I’m told the Atlanta delegation is working on a similar bill. Here’s why it’s imperative they succeed.
First is just a matter of need. A map of the largest percentage increases in the county last year shows the most concentrated areas of soaring assessments were in Atlanta. And not just in the high cotton of Buckhead: Huge swaths of southwest Atlanta in particular saw increases of 30 percent, 40 percent, even 50 percent or more.
As a matter of principle, it’s abominable that many residents might have to sell their homes because of their tax bills. Unlike other taxes, one’s property tax is based largely on others’ decisions. Here’s what I mean: If I buy more goods, I pay more sales tax. If I earn more money, I pay more income tax. Those are choices I made. But if my neighbor sells his house for a lot more than I paid, my own property taxes may increase, even if I have no more money than before.
But the more immediate problem is that matter of housing affordability.
It’s bad enough that it’s harder and harder for middle-income folks to find homes in Atlanta they can afford — especially homes in good school zones. Relatively affordable areas also are often the very places where home prices are likely to rise the most. That can render a once-affordable home unaffordable.
What good will it do Atlanta to spend $1 billion on affordable housing if soaring property assessments force even more residents to flee the city? Remember, the near suburbs in most cases already have lower millage rates. If they also are willing to cap how fast assessments can rise, they’ll become even more attractive.

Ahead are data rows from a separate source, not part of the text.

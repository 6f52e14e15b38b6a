import { createHash } from 'node:crypto'
import fs from 'node:fs'
import { join } from 'node:path'
import type { Endpoint, InputOf, ReplyOf } from '../../shared/contract/endpoint.ts'
import type { Io } from '../io.ts'
import { makeFolder, putDown } from './disk.ts'

/** What a station needs to go on without the server, as it last answered: revisions, lots, instruments, the key. */
const kept: readonly string[] = ['readRevision', 'listLots', 'listInstruments', 'readLedgerKey']

export type AnswerCache = {
  keeps: (endpoint: Endpoint) => boolean
  read: <E extends Endpoint>(endpoint: E, input: InputOf<E>) => { reply: ReplyOf<E>; ageMs: number } | null
  write: <E extends Endpoint>(endpoint: E, input: InputOf<E>, reply: ReplyOf<E>) => void
}

/** The folder of the XDG base directory specification, or its default; relative ones are ignored as it says. */
export function cacheFolder(env: Io['env']): string {
  const { XDG_CACHE_HOME: given, HOME: home = '' } = env
  return `${given?.startsWith('/') ? given : `${home}/.cache`}/ogee`
}

/** Answers of one server, a file each. A file that cannot be written or read costs the way without the server only. */
export function answerCache(io: Pick<Io, 'env' | 'now'>, url: string): AnswerCache {
  const folder = join(cacheFolder(io.env), new URL(url).host.replaceAll(/[^A-Za-z0-9.-]/g, '_'))
  const fileOf = (endpoint: Endpoint, input: unknown) => {
    const name = createHash('sha256')
      .update(JSON.stringify([url, input]))
      .digest('hex')
      .slice(0, 32)
    return join(folder, `${endpoint.id}-${name}.json`)
  }
  return {
    keeps: (endpoint) => kept.includes(endpoint.id),
    read: (endpoint, input) => {
      const file = fileOf(endpoint, input)
      try {
        const stored = JSON.parse(fs.readFileSync(file, 'utf8')) as { reply: unknown }
        const checked = endpoint.reply.schema.safeParse(stored.reply)
        if (!checked.success) return null
        const ageMs = io.now() - fs.statSync(file).mtimeMs
        return { reply: stored.reply as ReplyOf<typeof endpoint>, ageMs }
      } catch {
        return null
      }
    },
    write: (endpoint, input, reply) => {
      try {
        makeFolder(folder)
        putDown(fileOf(endpoint, input), JSON.stringify({ reply }), folder)
      } catch {
        // Recording goes on; without the server this answer will be missing, and that is said then.
      }
    },
  }
}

Of course, that will create other problems, from a further hollowing out of the city’s middle class to the need to spend even more on transportation infrastructure to handle even more people with long commutes. The attendant costs would quickly dwarf any lost revenue from a cap.
If Atlanta is to make the city a more affordable place to live, recognizing the need not to tax people out of their homes is the best place to start.